- 35°25′48″N 139°57′17″E﻿ / ﻿35.43000°N 139.95472°E
- Type: shell midden
- Periods: Jōmon period
- Location: Sodegaura, Chiba, Japan
- Region: Kantō region

Site notes
- Public access: Yes (no public facilities)

= Sanya Shell Mound =

Archeological Site in Sodegaura, Chiba Perfectura, Japan

The Sanya Shell Midden (山野貝塚, Sanya kaizuka) is an archaeological site in the Iitomi neighborhood of the city of Sodegaura, Chiba Prefecture, in the Kantō region of Japan containing a Jōmon period shell midden. It was designated a National Historic Site of Japan in 2017 .

==Overview==
During the early to middle Jōmon period (approximately 4000 to 2500 BC), sea levels were five to six meters higher than at present, and the ambient temperature was also 2 deg C higher. During this period, the Kantō region was inhabited by the Jōmon people, many of whom lived in coastal settlements. The middens associated with such settlements contain bone, botanical material, mollusc shells, sherds, lithics, and other artifacts and ecofacts associated with the now-vanished inhabitants, and these features, provide a useful source into the diets and habits of Jōmon society. Most of these middens are found along the Pacific coast of Japan.
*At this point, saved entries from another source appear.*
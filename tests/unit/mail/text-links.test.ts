import { describe, test, expect } from 'vitest';
import fc from 'fast-check';
import { splitLinks, escapeHtml, textToHtml } from '@/lib/mail/text-links';

describe('splitting links out of plain text', () => {
  test('a link on its own line', () => {
    expect(splitLinks('Use this:\nhttp://localhost:4321/account/invite?token=a-b_c\nThanks')).toEqual([
      { kind: 'text', text: 'Use this:\n' },
      { kind: 'link', href: 'http://localhost:4321/account/invite?token=a-b_c' },
      { kind: 'text', text: '\nThanks' },
    ]);
  });
  test('sentence punctuation after a link stays text', () => {
    expect(splitLinks('See https://pool.example/x.')).toEqual([
      { kind: 'text', text: 'See ' },
      { kind: 'link', href: 'https://pool.example/x' },
      { kind: 'text', text: '.' },
    ]);
  });
  test('no links, only text; other schemes are not links', () => {
    expect(splitLinks('ftp://x.example and javascript:alert(1)')).toEqual([{ kind: 'text', text: 'ftp://x.example and javascript:alert(1)' }]);
    expect(splitLinks('')).toEqual([]);
  });
  test('joining the segments gives the text back (property)', () => {
    fc.assert(
      fc.property(fc.array(fc.oneof(fc.string(), fc.constantFrom('https://a.example/p?q=1', 'http://b.example', ' ', '\n', '.'))), (parts) => {
        const text = parts.join('');
        const joined = splitLinks(text)
          .map((s) => (s.kind === 'link' ? s.href : s.text))
          .join('');
        expect(joined).toBe(text);
      }),
    );
  });
});

describe('HTML from text', () => {
  test('escapes the five HTML-special characters (OWASP XSS prevention, rule #1)', () => {
    expect(escapeHtml(`<a href="x">'&'</a>`)).toBe('&lt;a href=&quot;x&quot;&gt;&#39;&amp;&#39;&lt;/a&gt;');
  });
  test('paragraphs and line breaks', () => {
    const html = textToHtml('One\ntwo\n\nThree');
    expect(html).toContain('<p>One<br>\ntwo</p>\n<p>Three</p>');
  });
});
The Sanya midden is located in the middle of the western side of the Bōsō Peninsula, facing Tokyo Bay. It is one of the largest middens in Chiba Prefecture, measuring approximately 110 meters north-to-south by 140 meters east-to-west in a horseshoe-shape. The maximum thickness of the shell layer is 1.3 meters. The adjacent settlement traces next to the midden are from the late to the final Jōmon period, but the main formation period of the shell layer is the late Jōmon period. Shards of Jōmon pottery from many different origins have been found in the midden, indicating that the inhabitants of the settlement had trade with many other communities, some of which are located in the Tohoku or Kansai regions of Japan. In addition, stone tools made from stone originating in Nagano and Niigata Prefecture have been found. The midden also contained stone or bone fish hooks and harpoon heads and pressed clay fishing weights, along with the bones of fish typically found in the inner areas of Tokyo Bay, as well as typical pelagic migratory fish, such as bonito and tuna. Animal bones (deer, wild boar) as well as large marine mammal bones (dolphin and whale) have also been found. The site has been excavated seven times since 1973.

The site was backfilled after excavation, and as it is located on private land, there is no public access.